● Saved data entries:

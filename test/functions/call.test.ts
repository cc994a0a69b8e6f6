// src/functions/call.ts: the shared reading of a call. Equal cells in new
// arrays (as Excel passes them at each recalculation) give the same key and
// the very same columns; any changed cell gives another key and a fresh
// reading; results are remembered by key; arguments are checked by name.
import { bandwidthArgument, cacheSizes, flagArgument, forgetAll, numberArgument, rangesKey, readRanges, remembered } from '../../src/functions/call';
import { CutlineError } from '../../src/engine';
import { prepareCall } from '../../src/functions/prepare';
import { rangeColumns, RangeInputError } from '../../src/input/range';

const col = (...cells: unknown[]): unknown[][] => cells.map((c) => [c]);
const specs = (score: unknown[][], treated: unknown[][]) => [
  { argument: 'score', cells: score, position: 0 },
  { argument: 'treated', cells: treated, position: 1, binary: true },
];

beforeEach(() => forgetAll());

test('a range read once is not read again: equal cells in new arrays, and the same range in another call', () => {
  const read = (s: ReturnType<typeof specs>) => readRanges(s, rangesKey(s));
  const a = read(specs(col('score', 1, 2, 3, ''), col(0, 1, 1, null)));
  expect(Array.from(a[0].values)).toEqual([1, 2, 3]);
  expect(Array.from(a[1].values)).toEqual([0, 1, 1]);
  // Equal cells in new arrays: the same key, the same columns.
  const again = specs(col('score', 1, 2, 3, ''), col(0, 1, 1, null));
  expect(rangesKey(again).key).toBe(rangesKey(specs(col('score', 1, 2, 3, ''), col(0, 1, 1, null))).key);
  expect(read(again)[0]).toBe(a[0]);
  expect(read(again)[1]).toBe(a[1]);
  // Cells that mean the same but differ (TRUE for 1, no title) are other cells: another key.
  expect(rangesKey(specs(col(1, 2, 3), col(false, true, 'TRUE', ''))).key).not.toBe(rangesKey(again).key);
  // One range changed: the other's column is reused, the changed one read.
  const c = read(specs(col('score', 1, 2, 4, ''), col(0, 1, 1, null)));
  expect(Array.from(c[0].values)).toEqual([1, 2, 4]);
  expect(c[1]).toBe(a[1]);
  expect(cacheSizes()).toEqual({ ranges: 5, columns: 3, results: 0 }); // the five ranges keyed above; three columns read
});

test('one changed cell, anywhere, is another key and is read afresh: 0 and −0, blank and 0, TRUE and 1 told apart', () => {
  const base = col('score', 0, 2.5, '', true, 0);
  const key = rangesKey([{ argument: 'score', cells: base, position: 0 }]).key;
  const variants: unknown[][][] = [
    col('score', -0, 2.5, '', true, 0),
    col('score', 0, 2.5, '', true, -0),
    col('score', 0, 2.5, 0, true, 0),
    col('score', 0, 2.5, null, true, 0),
    col('score', 0, 2.5, '', 1, 0),
    col('score', 0, 2.5000000000000004, '', true, 0),
    col('score', 0, 2.5, '', true, ''),
    col('score', 0, 2.5, '', true, 0, ''),
    col('Score', 0, 2.5, '', true, 0),
    [['score', 0, 2.5, '', true, 0]],
  ];
  for (const v of variants) {
    const s = [{ argument: 'score', cells: v, position: 0 }];
    const k = rangesKey(s);
    expect(k.key).not.toBe(key);
    const [fresh] = rangeColumns([{ argument: 'score', cells: v }]);
    const [cached] = readRanges(s, k);
    expect(Array.from(cached.values).map((x) => Object.is(x, -0))).toEqual(Array.from(fresh.values).map((x) => Object.is(x, -0)));
    expect(Array.from(cached.values)).toEqual(Array.from(fresh.values));
    expect(Array.from(cached.missing)).toEqual(Array.from(fresh.missing));
    expect(cached.name).toBe(fresh.name);
  }
  // And back: the base is still its own key.
  expect(rangesKey([{ argument: 'score', cells: col('score', 0, 2.5, '', true, 0), position: 0 }]).key).toBe(key);
});

test('a result is computed once per key', () => {
  let n = 0;
  expect(remembered('k', () => ++n)).toBe(1);
  expect(remembered('k', () => ++n)).toBe(1);
  expect(remembered('other', () => ++n)).toBe(2);
});

test('number, bandwidth and flag arguments', () => {
  expect(numberArgument('cutoff', 60)).toBe(60);
  expect(numberArgument('cutoff', ' 60 ')).toBe(60);
  expect(() => numberArgument('cutoff', null)).toThrow(new RangeInputError('cutoff must be a number; it is empty', 'cutoff'));
  expect(bandwidthArgument(null)).toBeUndefined();
  expect(bandwidthArgument(8)).toBe(8);
  expect(() => bandwidthArgument(0)).toThrow(/bandwidth must be a positive number; it is 0/);
  expect([flagArgument(null), flagArgument(true), flagArgument(0), flagArgument('true')]).toEqual([false, true, false, true]);
  expect(() => flagArgument('yes')).toThrow('detail must be TRUE or FALSE; it is "yes"');
});

test('an engine error about a row of an argument names the cell (title rows counted)', () => {
  const c = prepareCall(
    'EFFECT',
    {
      ranges: [
        { argument: 'score', cells: col('score', 1, 2, 3), position: 0 },
        { argument: 'outcome', cells: col('bill', 5, 6, 7), position: 2 },
      ],
      cutoff: 2,
      settings: null,
      settingsPosition: 5,
      detail: null,
    },
    { parameterAddresses: ['C1:C4', 'D1:D4', 'E1:E4'] },
  );
  const engineError = Object.assign(new CutlineError('not a finite number'), { code: 'bad-value', argument: 'outcome', index: 2 });
  expect(() => c.result(() => { throw engineError; })).toThrow(new RangeInputError('outcome: cell E4: not a finite number', 'outcome'));
  const other = Object.assign(new CutlineError('no unit below the cutoff'), { code: 'empty-side', argument: 'cutoff' });
  expect(() => c.result(() => { throw other; })).toThrow(other);
});

// The one blank rule of cells.ts (trimBlank): a zero-width space or NBSP around a typed TRUE is blank.
test('flagArgument: TRUE/FALSE framed by zero-width spaces or NBSP', () => {
  expect(flagArgument('\u200bTRUE\u00a0')).toBe(true);
  expect(flagArgument('false\u200b')).toBe(false);
  expect(() => flagArgument('\u200byes')).toThrow(/detail must be TRUE or FALSE/);
});

// A text argument is read exactly as a cell of a range is (src/input/cells.ts, docs/methods.md §1).
test('numberArgument reads a text as a cell would be read: no hexadecimal, Infinity or blank-as-0', () => {
  const cellRead = (v: string | number | boolean): number | undefined => {
    const [c] = rangeColumns([{ argument: 'score', cells: [[v], [1]] }]);
    return c.missing[0] ? undefined : c.values[0];
  };
  for (const v of ['60', ' 60 ', '\u200b60\u00a0', '+.5', '1e3', '1e3 ', '-2.5E-1', 'TRUE', false, 7]) {
    expect(numberArgument('cutoff', v)).toBe(cellRead(v));
  }
  expect(numberArgument('cutoff', '1e3 ')).toBe(1000);
  for (const v of ['0x10', '0b1', '0o7', 'Infinity', '-Infinity', '1e999', 'sixty', '3,5']) {
    expect(() => numberArgument('cutoff', v)).toThrow(new RangeInputError(`cutoff must be a number; it is ${JSON.stringify(v)}`, 'cutoff'));
    expect(() => rangeColumns([{ argument: 'score', cells: [[1], [v]] }])).toThrow(/is not a number/);
  }
  // Blank and NA are missing in a range; a missing cutoff is an error (never 0).
  for (const v of ['', ' ', '\u00a0', '\u200b', 'NA']) expect(() => numberArgument('cutoff', v)).toThrow(/^cutoff must be a number; it is /);
  expect(() => numberArgument('cutoff', '')).toThrow('cutoff must be a number; it is empty');
  expect(bandwidthArgument('\u200b')).toBeUndefined();
  expect(() => bandwidthArgument('0x10')).toThrow('bandwidth must be a number; it is "0x10"');
});
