// src/input/settings.ts: the settings block (name/value pairs). Expectations
// are the names and limits listed in the module (Cutline's own).
import { RangeInputError } from '../../src/input/range';
import { readSettings, SETTINGS } from '../../src/input/settings';

const message = (f: () => unknown): string => {
  try {
    f();
  } catch (e) {
    expect(e).toBeInstanceOf(RangeInputError);
    return (e as Error).message;
  }
  throw new Error('no error');
};

test('names ignore case, spaces, hyphens and underscores; blank rows and a title row are skipped', () => {
  expect(
    readSettings([
      ['Setting', 'Value'],
      ['KERNEL', 'Uniform'],
      ['', ''],
      ['trend_guard', 'OFF'],
      ['Density-Bandwidth', '2.5'],
      ['sensitivity', '0.5, 1, 2'],
      ['level', 0.9],
      [null, null],
      ['seed', ''],
    ]),
  ).toEqual({ kernel: 'uniform', trendGuard: 'off', densityBandwidth: 2.5, sensitivity: [0.5, 1, 2], level: 0.9 });
  expect(readSettings(null)).toEqual({});
  expect(readSettings([['sensitivity', 'off']])).toEqual({ sensitivity: [] });
});

test('errors name the cell and what is allowed', () => {
  expect(message(() => readSettings([['kernel', 'gaussian']], 'settings', 'Setup!B2:C5'))).toBe(
    'settings, cell Setup!C2: kernel must be one of triangular, epanechnikov, uniform; it holds "gaussian"',
  );
  expect(message(() => readSettings([['draws', 10], ['draws', 20]]))).toBe('settings, row 2: draws is given twice');
  expect(message(() => readSettings([['level', 95]]))).toBe('settings, row 1: level must be a number between 0 and 1; it holds "95"');
  expect(message(() => readSettings([['donut', -1]]))).toBe('settings, row 1: donut must be a positive number; it holds "-1"');
  expect(message(() => readSettings([['kernel']]))).toBe('settings must be a range of two columns (name, value); it has 1 column');
  expect(message(() => readSettings([['bandwidth', 3]]))).toMatch(/^settings, row 1: "bandwidth" is not a setting; the settings are kernel, /);
  expect(message(() => readSettings([['variance', 'cluster']]))).toMatch(/variance must be one of hc0, hc1, (nn|neighbours); it holds "cluster"/);
});

test('every setting has a distinct name and a meaning', () => {
  const names = SETTINGS.map((s) => s.name);
  expect(new Set(names).size).toBe(names.length);
  for (const s of SETTINGS) expect(s.meaning.length).toBeGreaterThan(10);
});

// The one blank rule of cells.ts (trimBlank): NBSP and the zero-width space are blank like a space.
test('names and values lose NBSP and zero-width spaces at their ends; a cell of them alone is blank', () => {
  expect(
    readSettings([
      ['\u200bkernel\u00a0', 'uniform\u200b'],
      ['\u200b', '\u200b'],
      ['seed', '\u00a0\u200b'],
      ['draws', '\u200b499\u00a0'],
    ]),
  ).toEqual({ kernel: 'uniform', draws: 499 });
});

// The engine's limits (VALIDITY_LIMITS: draws 1–100000, seed 0–4294967295, grid 2–1000), as the
// command line and the task pane check them: refused here, naming the cell, not later by the engine.
test('draws, seed and grid outside the engine limits are refused with the cell', () => {
  expect(message(() => readSettings([['draws', 0]]))).toBe('settings, row 1: draws must be a whole number of at least 1; it holds "0"');
  expect(message(() => readSettings([['draws', 100001]]))).toBe('settings, row 1: draws must be at most 100000 (more draws only slow the check down); it holds "100001"');
  expect(message(() => readSettings([['seed', 4294967296]]))).toBe('settings, row 1: seed must be a whole number from 0 to 4294967295; it holds "4294967296"');
  expect(message(() => readSettings([['grid', 1]]))).toBe('settings, row 1: grid must be a whole number of at least 2; it holds "1"');
  expect(readSettings([['draws', 100000], ['seed', 4294967295], ['grid', 1000]])).toEqual({ draws: 100000, seed: 4294967295, grid: 1000 });
});
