// The character-code number reader against JavaScript's own Number() (ECMAScript's
// correctly rounded string-to-number conversion) on random decimal texts.
import fc from 'fast-check';
import { fastNumber, MISSING, SLOW } from '../../src/input/fastNumber';

function read(s: string): number | typeof SLOW | typeof MISSING {
  const b = new TextEncoder().encode(s);
  return fastNumber(b, 0, b.length);
}

describe('fastNumber', () => {
  test('equals Number() bit for bit whenever it answers', () => {
    const decimal = fc
      .tuple(
        fc.constantFrom('', '-', '+'),
        fc.stringMatching(/^[0-9]{0,12}$/),
        fc.boolean(),
        fc.stringMatching(/^[0-9]{0,9}$/),
        fc.option(fc.tuple(fc.constantFrom('e', 'E'), fc.constantFrom('', '-', '+'), fc.integer({ min: 0, max: 40 }))),
      )
      .map(([sg, a, dot, b, e]) => `${sg}${a}${dot ? '.' : ''}${b}${e ? `${e[0]}${e[1]}${e[2]}` : ''}`);
    fc.assert(
      fc.property(decimal, (s) => {
        const v = read(s);
        if (v === SLOW || v === MISSING) return;
        expect(Object.is(v, Number(s))).toBe(true);
      }),
      { numRuns: 20000 },
    );
    fc.assert(
      fc.property(fc.double({ noNaN: true, noDefaultInfinity: true }), (x) => {
        const s = String(x);
        const v = read(s);
        if (v !== SLOW) expect(Object.is(v, Number(s))).toBe(true);
      }),
      { numRuns: 20000 },
    );
  });
  test('answers the common cases and defers the rest', () => {
    expect(read('61.5')).toBe(61.5);
    expect(read(' -0.125 ')).toBe(-0.125);
    expect(read('1e3')).toBe(1000);
    expect(read('')).toBe(MISSING);
    for (const s of ['NA', '.', '0x1A', 'Infinity', '1,5', '12345678901234567', '1e400', 'TRUE']) expect(read(s)).toBe(SLOW);
  });
});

● WHAT YOU ARE ASKED TO DO:
The answer must be every line from the records above that contains "toMatch".

● REPLY TO THE EXERCISE:
  expect(message(() => readSettings([['bandwidth', 3]]))).toMatch(/^settings, row 1: "bandwidth" is not a setting; the settings are kernel, /);
  expect(message(() => readSettings([['variance', 'cluster']]))).toMatch(/variance must be one of hc0, hc1, (nn|neighbours); it holds "cluster"/);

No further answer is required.